Dataset excerpts:
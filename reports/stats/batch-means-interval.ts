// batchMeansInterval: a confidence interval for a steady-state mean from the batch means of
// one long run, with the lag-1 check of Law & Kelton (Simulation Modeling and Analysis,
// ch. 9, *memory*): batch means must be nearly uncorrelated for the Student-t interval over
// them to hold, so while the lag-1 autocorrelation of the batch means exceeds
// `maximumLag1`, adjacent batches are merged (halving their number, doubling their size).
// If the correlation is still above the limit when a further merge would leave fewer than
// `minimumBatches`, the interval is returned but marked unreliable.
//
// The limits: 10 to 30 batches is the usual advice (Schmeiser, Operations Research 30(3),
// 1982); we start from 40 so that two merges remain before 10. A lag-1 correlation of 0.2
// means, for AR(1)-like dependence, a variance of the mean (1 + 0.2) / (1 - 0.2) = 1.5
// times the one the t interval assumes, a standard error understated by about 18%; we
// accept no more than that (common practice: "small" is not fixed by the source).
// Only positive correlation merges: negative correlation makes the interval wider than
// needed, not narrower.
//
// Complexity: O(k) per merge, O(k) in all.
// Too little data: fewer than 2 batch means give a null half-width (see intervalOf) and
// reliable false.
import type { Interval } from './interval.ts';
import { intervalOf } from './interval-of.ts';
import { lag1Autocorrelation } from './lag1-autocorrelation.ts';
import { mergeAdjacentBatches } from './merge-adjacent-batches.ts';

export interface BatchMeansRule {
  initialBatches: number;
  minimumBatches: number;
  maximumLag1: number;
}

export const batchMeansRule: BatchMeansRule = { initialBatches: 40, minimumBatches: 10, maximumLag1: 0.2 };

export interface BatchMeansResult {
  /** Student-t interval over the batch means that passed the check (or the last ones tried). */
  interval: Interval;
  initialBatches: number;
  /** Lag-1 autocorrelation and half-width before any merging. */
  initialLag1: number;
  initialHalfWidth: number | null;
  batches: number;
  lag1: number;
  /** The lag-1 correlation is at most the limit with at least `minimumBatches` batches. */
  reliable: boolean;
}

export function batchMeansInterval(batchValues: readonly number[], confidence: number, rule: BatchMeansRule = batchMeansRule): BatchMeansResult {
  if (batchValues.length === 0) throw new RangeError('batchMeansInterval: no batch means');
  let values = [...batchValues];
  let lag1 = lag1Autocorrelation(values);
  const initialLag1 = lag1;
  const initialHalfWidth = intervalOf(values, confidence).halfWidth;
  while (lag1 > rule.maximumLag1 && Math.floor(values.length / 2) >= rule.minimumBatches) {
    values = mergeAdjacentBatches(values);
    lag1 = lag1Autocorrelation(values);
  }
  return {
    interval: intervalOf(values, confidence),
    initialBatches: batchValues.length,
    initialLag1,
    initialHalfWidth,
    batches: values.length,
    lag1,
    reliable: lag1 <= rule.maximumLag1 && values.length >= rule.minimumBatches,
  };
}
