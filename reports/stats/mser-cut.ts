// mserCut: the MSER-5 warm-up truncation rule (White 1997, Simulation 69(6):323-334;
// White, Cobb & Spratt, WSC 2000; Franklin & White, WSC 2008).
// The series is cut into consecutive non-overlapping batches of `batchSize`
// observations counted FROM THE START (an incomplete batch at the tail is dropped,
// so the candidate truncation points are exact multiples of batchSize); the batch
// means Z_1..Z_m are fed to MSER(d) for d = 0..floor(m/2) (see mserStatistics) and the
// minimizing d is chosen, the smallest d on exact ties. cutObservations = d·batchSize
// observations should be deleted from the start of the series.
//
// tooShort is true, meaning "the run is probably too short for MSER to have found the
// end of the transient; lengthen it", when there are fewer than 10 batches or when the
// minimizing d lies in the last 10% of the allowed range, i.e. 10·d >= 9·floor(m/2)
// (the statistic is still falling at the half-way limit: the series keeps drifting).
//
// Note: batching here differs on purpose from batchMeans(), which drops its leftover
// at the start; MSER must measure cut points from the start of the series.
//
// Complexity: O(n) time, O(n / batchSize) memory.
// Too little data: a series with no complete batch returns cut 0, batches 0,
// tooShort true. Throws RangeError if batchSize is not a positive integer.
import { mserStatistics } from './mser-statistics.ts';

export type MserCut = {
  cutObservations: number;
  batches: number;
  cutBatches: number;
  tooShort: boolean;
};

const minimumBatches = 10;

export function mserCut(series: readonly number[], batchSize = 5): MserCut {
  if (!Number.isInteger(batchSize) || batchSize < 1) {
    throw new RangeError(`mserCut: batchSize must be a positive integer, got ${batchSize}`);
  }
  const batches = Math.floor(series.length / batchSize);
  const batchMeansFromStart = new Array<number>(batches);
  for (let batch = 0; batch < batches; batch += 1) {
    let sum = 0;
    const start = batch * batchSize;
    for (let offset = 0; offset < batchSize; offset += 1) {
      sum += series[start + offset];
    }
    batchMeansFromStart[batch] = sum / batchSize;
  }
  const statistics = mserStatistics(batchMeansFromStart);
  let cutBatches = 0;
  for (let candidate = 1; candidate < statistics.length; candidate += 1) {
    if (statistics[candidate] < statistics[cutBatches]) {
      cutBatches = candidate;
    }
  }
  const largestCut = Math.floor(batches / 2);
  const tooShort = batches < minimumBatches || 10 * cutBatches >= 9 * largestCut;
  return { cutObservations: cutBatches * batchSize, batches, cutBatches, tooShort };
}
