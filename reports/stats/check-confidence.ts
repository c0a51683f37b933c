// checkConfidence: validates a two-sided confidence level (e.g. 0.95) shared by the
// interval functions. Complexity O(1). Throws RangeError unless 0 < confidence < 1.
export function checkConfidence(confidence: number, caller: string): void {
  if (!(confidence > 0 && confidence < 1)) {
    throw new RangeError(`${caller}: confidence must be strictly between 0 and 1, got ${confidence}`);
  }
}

* * *

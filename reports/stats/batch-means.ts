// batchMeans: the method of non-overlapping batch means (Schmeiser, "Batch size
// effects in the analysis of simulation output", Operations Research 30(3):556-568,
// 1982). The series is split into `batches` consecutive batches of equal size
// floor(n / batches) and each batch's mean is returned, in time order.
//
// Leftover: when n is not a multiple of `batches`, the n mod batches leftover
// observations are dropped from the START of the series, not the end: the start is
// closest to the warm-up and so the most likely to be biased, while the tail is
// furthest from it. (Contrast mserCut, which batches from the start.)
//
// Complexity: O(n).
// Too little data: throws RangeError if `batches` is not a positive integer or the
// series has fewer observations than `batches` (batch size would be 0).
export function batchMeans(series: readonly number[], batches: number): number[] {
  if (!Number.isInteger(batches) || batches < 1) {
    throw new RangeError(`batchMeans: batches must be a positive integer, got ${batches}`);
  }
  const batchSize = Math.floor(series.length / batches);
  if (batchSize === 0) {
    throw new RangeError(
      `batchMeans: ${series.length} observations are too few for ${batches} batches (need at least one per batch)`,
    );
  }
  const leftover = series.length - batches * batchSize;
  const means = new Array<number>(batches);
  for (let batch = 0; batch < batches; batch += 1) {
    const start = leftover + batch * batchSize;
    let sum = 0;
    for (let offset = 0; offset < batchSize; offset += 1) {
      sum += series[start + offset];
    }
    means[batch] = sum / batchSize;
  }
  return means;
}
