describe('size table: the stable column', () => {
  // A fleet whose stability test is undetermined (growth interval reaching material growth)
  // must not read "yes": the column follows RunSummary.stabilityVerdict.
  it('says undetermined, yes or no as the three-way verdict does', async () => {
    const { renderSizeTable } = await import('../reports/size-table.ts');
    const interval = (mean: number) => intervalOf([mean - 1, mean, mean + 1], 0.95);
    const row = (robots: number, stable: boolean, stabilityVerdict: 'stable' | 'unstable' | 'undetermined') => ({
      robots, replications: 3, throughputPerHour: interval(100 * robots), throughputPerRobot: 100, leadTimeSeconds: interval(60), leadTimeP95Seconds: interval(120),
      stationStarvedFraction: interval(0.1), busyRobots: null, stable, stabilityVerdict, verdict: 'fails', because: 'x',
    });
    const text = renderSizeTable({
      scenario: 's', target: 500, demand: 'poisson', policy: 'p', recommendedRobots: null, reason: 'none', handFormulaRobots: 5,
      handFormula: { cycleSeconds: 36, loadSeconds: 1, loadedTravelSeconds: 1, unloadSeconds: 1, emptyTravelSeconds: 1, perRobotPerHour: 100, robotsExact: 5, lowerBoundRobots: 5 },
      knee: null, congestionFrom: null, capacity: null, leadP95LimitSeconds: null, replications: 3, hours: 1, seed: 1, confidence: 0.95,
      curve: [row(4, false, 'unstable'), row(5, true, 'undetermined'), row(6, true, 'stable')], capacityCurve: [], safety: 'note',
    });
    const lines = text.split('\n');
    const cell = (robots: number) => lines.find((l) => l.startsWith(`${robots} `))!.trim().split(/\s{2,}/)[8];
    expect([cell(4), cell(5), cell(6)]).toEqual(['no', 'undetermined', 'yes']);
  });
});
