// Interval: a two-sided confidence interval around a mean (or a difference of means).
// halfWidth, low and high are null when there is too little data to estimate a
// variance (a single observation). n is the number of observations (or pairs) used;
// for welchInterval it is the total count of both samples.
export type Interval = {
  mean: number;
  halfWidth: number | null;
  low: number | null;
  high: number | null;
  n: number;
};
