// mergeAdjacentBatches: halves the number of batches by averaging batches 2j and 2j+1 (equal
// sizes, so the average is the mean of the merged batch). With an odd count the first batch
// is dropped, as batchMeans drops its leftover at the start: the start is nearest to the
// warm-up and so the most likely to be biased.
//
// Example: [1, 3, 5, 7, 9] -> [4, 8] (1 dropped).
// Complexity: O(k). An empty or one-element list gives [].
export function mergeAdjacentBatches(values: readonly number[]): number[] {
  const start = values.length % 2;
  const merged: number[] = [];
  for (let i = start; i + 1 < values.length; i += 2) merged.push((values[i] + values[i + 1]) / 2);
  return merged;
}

What the exercise asks: Which lines above contain "batchMeansInterval"? Show each of them.

Solved problem:
// batchMeansInterval: a confidence interval for a steady-state mean from the batch means of
export function batchMeansInterval(batchValues: readonly number[], confidence: number, rule: BatchMeansRule = batchMeansRule): BatchMeansResult {
  if (batchValues.length === 0) throw new RangeError('batchMeansInterval: no batch means');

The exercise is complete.